Since $D \equiv b^2$ (mod $4$), $D \equiv 0$ (mod $4$) or $D \equiv 1$ (mod $4$).
Conversly suppose $D$ is a non-square integer such that $D \equiv 0$ (mod $4$) or $D \equiv 1$ (mod $4$). Then there exists a quadratic number $\alpha$ whose discriminant is $D$.
Let $D$ be a negative non-square integer such that $D \equiv 0$ (mod $4$) or $D \equiv 1$ (mod $4$).
We denote by $\mathcal{H}(D)$ the set of quadratic numbers of discriminant $D$ in $\mathcal{H}$.
By this question, $\mathcal{H}(D)$ is $\Gamma$-invariant.
My question
Let $\alpha, \beta$ be explicitly given elements of $\mathcal{H}(D)$.
Is there algorithm for solving the following problems?
If yes, what is it?


*

*Determine whether there exists $\sigma \in \Gamma$ such that $\alpha = \sigma \beta$.

*If there exists such $\sigma$, determine the components of the matrix $\sigma$.
Remark
My motivation for the above question came from this and this.
 A: We do not need the assumption that $\alpha$ and $\beta$ are quadratic. We can do the test for any two points in the upper half plane.
The crucial concept is the fundamental domain: the region $F$ in which a point $z$ satisfies $-1/2\leq\text{Re}(z)<1/2$ and $|z|>1$ or $|z|=1$ and $\text{Re}(z) \leq 0$. Points in $F$ cannot be mapped onto each other by modular transformations, apart from $z=i$ which can be mapped onto itself. However, the images of $F$ under modular transformations cover the upper half plane. This is a standard construction: http://en.m.wikipedia.org/wiki/Modular_group
A strategy for testing whether two numbers are equal modulo a modular transformation is to map them both into $F$. In the remainder of this answer I will define such a function.
The transformations $z \mapsto z+1$ and $z \mapsto -1/z$ are modular transformations and in fact generate the group.

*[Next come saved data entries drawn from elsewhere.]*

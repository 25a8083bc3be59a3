/** One line of a bench: a figure, and what was wanted of it. */
export interface BenchResult {
  name: string;
  value: number;
  unit: string;
  wanted?: string;
  /** is it as wanted? */
  good?: boolean;
  note?: string;
}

I will show that iterating $z \mapsto g(f(z))$ maps any point into $F$ in a finite number of steps, where:
$$f(z) = z - \lfloor \text{Re}(z)+1/2 \rfloor$$
$$g(z) = z \text{ if } z\in F \text{ else } -1/z$$
Suppose $\text{Im}(z)<1/3$. Let $w=f(z)$. Then $-1/2\leq\text{Re}(w)<1/2$, and the imaginary part is unchanged, so $|w| < \sqrt{13/36}$. Let $z'=g(w)$. Then $\text{Im}(z')>(36/13)\text{Im}(z)$. Therefore, we need to iterate the mapping $z \mapsto z'$ at most $-\log_{36/13}(\text{Im}(z))$ times to ensure $\text{Im}(z) \geq 1/3$.
From this point two further iterations of $z \mapsto g(f(z))$ suffice to map $z$ into $F$, as I will now show.
After $z \mapsto f(z)$, we also know $|\text{Re}(z)| \leq 1/2$. It's then possible that $z \in F$ and we're finished. If not we also know $|z| \leq 1$. Those four bounds describe a shape with four sides: two circles and two straight lines.
After $z \mapsto -1/z$ (the action of $g$ in this case) we have a different shape. The first bound ($\text{Im}(z) \geq 1/3$) maps to $|z-3i/2| \leq 3/2$. That's a circle of radius $3/2$ centred on a point with zero real part. We can weaken it to $|\text{Re}(z)| \leq 3/2$. The second and third bound ($|\text{Re}(z)| \leq 1/2$) map to $|z-1| \geq 1$ and $|z+1| \geq 1$. The fourth bound ($|z| \leq 1$) maps to $|z| \geq 1$.
So now we have a shape with five sides. If you draw it you will see it looks like three copies of $F$ side by side. Applying $f$ maps them all onto the central copy and ensures that $\text{Im}(z) \neq +1/2$. Applying $g$ one last time ensures that if $|z| = 1$ then $\text{Re}(z) \leq 0$.
So for an arbitrary starting point in the upper half plane, we have constructed a modular transformation that maps it into $F$. If we do this for two points, we can see if they map to the same point in $F$. If so, we can map them onto each other, otherwise it is impossible.
A: Let $F = \{z \in \mathcal{H}\ |\ -1/2 \le Re(z) \lt 1/2, |z| \gt 1$ or $|z| = 1$ and $Re(z) \le 0\}$. It is well-known that any two distincts points of $F$ are not equivalent under the action of $\Gamma$.
Let $S = \left( \begin{array}{ccc}
0 & -1 \\
1 & 0 \end{array} \right)$, 
$T = \left( \begin{array}{ccc}
1 & 1 \\
0 & 1 \end{array} \right)$.
Let $z \in \mathcal{H}$.
We will show that applying $S, T$ or $T^{-1}$ consecutively on $z$, we can map $z$ into $F$.
Hence we can find $\sigma \in \Gamma$ such that $\sigma z \in F$.
We consider the following algorithm.
Algorithm 1


*

*$z = T^{-\lfloor \text{Re}(z)+1/2 \rfloor}(z)$, where $\lfloor a \rfloor$ denotes the greatest integer $n$ such that $n \le a$.  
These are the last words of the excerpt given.